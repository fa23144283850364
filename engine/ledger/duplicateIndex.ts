/**
 * Duplicate detection across overlapping statement files, one file at a time.
 *
 * Rules, in order:
 * 1. Bank ids: an entry whose bank id (OFX FITID, camt AcctSvcrRef/NtryRef, MT940 `//`
 *    reference) was seen on the same account in an earlier file is that earlier entry.
 * 2. Content fingerprints (engine/ledger/fingerprint.ts) for the rest. Genuinely repeated
 *    identical transactions are kept: within one file every occurrence counts, and a later
 *    file's k-th occurrence of a fingerprint is a duplicate only when earlier files already
 *    contributed at least k occurrences of it on that account. Two entries that both carry
 *    bank ids, and different ones, are never the same entry, so an entry with a new bank id
 *    only matches earlier entries without one; an entry without a bank id matches earlier
 *    entries with one first (they cannot be claimed by a bank id any more).
 *
 * Complexity: O(n) per file for n entries, plus the size of the few pools an entry touches.
 */

/** What the index needs of an entry. */
export interface DuplicateCandidate {
  readonly accountId: string;
  readonly fingerprint: string;
  readonly bankRef?: string;
}

interface PoolItem {
  readonly id: string;
  /** The bank id known for this kept entry (its own, or one later linked to it). */
  ref: string | undefined;
}

/** Mutable state carried from file to file while a ledger is built. Not plain data: internal. */
export interface DuplicateIndex {
  readonly refs: Map<string, string>;
  readonly pools: Map<string, PoolItem[]>;
  readonly items: Map<string, PoolItem>;
}

/** Placeholder bank ids that identify nothing (MT940 "NONREF" and the like). */
const PLACEHOLDER_REF = /^(NONREF|NOREF|NOTPROVIDED|NONE|N\/A|-+|0+)$/i;

/**
 * The usable bank id of an entry, trimmed, or undefined for empty and placeholder ids.
 * @example usableBankRef(' NONREF ') // undefined
 */
export function usableBankRef(bankRef: string | undefined): string | undefined {
  const ref = bankRef?.trim();
  return ref && !PLACEHOLDER_REF.test(ref) ? ref : undefined;
}

const SEP = '\u0000';

/** An empty index for a new ledger. */
export function createDuplicateIndex(): DuplicateIndex {
  return { refs: new Map(), pools: new Map(), items: new Map() };
}

/**
 * Finds which entries of one file are already in the ledger from earlier files.
 *
 * @returns per candidate the id of the earlier kept transaction it repeats, or null when new.
 * @example
 * const index = createDuplicateIndex();
 * findDuplicates(index, [{ accountId: 'A', fingerprint: 'f' }]); // [null]
 */
export function findDuplicates(index: DuplicateIndex, candidates: readonly DuplicateCandidate[]): (string | null)[] {
  const duplicateOf: (string | null)[] = new Array<string | null>(candidates.length).fill(null);
  const claimed = new Set<string>();
  // 1. Bank ids.
  candidates.forEach((c, i) => {
    const ref = usableBankRef(c.bankRef);
    if (ref === undefined) return;
    const earlier = index.refs.get(c.accountId + SEP + ref);
    if (earlier !== undefined) {
      duplicateOf[i] = earlier;
      claimed.add(earlier);
    }
  });
  // 2. Fingerprints, pool by pool, in file order.
  const groups = new Map<string, number[]>();
  candidates.forEach((c, i) => {
    if (duplicateOf[i] !== null) return;
    const key = c.accountId + SEP + c.fingerprint;
    const pool = index.pools.get(key);
    if (pool === undefined) return;
    const members = groups.get(key);
    if (members) members.push(i);
    else groups.set(key, [i]);
  });
  for (const [key, members] of groups) {
    const pool = (index.pools.get(key) as PoolItem[]).filter((item) => !claimed.has(item.id));
    const withRef = pool.filter((item) => item.ref !== undefined);
    const withoutRef = pool.filter((item) => item.ref === undefined);
    let r = 0;
    let n = 0;
    for (const i of members) {
      const hasRef = usableBankRef((candidates[i] as DuplicateCandidate).bankRef) !== undefined;
      let match: PoolItem | undefined;
      if (!hasRef && r < withRef.length) match = withRef[r++];
      else if (n < withoutRef.length) match = withoutRef[n++];
      if (match) duplicateOf[i] = match.id;
    }
  }
  return duplicateOf;
}

/**
 * Records a processed file: kept entries join the pools under their new ids, bank ids are
 * remembered (a duplicate's bank id is linked to the transaction it repeats).
 *
 * @param ids per candidate: the id of the kept transaction, or for a duplicate the id
 *   `findDuplicates` returned.
 * @param kept per candidate: true when it was kept.
 */
export function recordFile(
  index: DuplicateIndex,
  candidates: readonly DuplicateCandidate[],
  ids: readonly string[],
  kept: readonly boolean[],
): void {
  candidates.forEach((c, i) => {
    const id = ids[i] as string;
    const ref = usableBankRef(c.bankRef);
    if (kept[i]) {
      const item: PoolItem = { id, ref };
      index.items.set(id, item);
      const key = c.accountId + SEP + c.fingerprint;
      const pool = index.pools.get(key);
      if (pool) pool.push(item);
      else index.pools.set(key, [item]);
    } else if (ref !== undefined) {
      const item = index.items.get(id);
      if (item && item.ref === undefined) item.ref = ref;
    }
    if (ref !== undefined) {
      const refKey = c.accountId + SEP + ref;
      if (!index.refs.has(refKey)) index.refs.set(refKey, id);
    }
  });
}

Exercise objective
Using the data above, reproduce exactly the lines from the line that contains "const duplicateOf: (string" through the line that contains "for (const i", including both.

Response box
  const duplicateOf: (string | null)[] = new Array<string | null>(candidates.length).fill(null);
  const claimed = new Set<string>();
  // 1. Bank ids.
  candidates.forEach((c, i) => {
    const ref = usableBankRef(c.bankRef);
    if (ref === undefined) return;
    const earlier = index.refs.get(c.accountId + SEP + ref);
    if (earlier !== undefined) {
      duplicateOf[i] = earlier;
      claimed.add(earlier);
    }
  });
  // 2. Fingerprints, pool by pool, in file order.
  const groups = new Map<string, number[]>();
  candidates.forEach((c, i) => {
    if (duplicateOf[i] !== null) return;
    const key = c.accountId + SEP + c.fingerprint;
    const pool = index.pools.get(key);
    if (pool === undefined) return;
    const members = groups.get(key);
    if (members) members.push(i);
    else groups.set(key, [i]);
  });
  for (const [key, members] of groups) {
    const pool = (index.pools.get(key) as PoolItem[]).filter((item) => !claimed.has(item.id));
    const withRef = pool.filter((item) => item.ref !== undefined);
    const withoutRef = pool.filter((item) => item.ref === undefined);
    let r = 0;
    let n = 0;
    for (const i of members) {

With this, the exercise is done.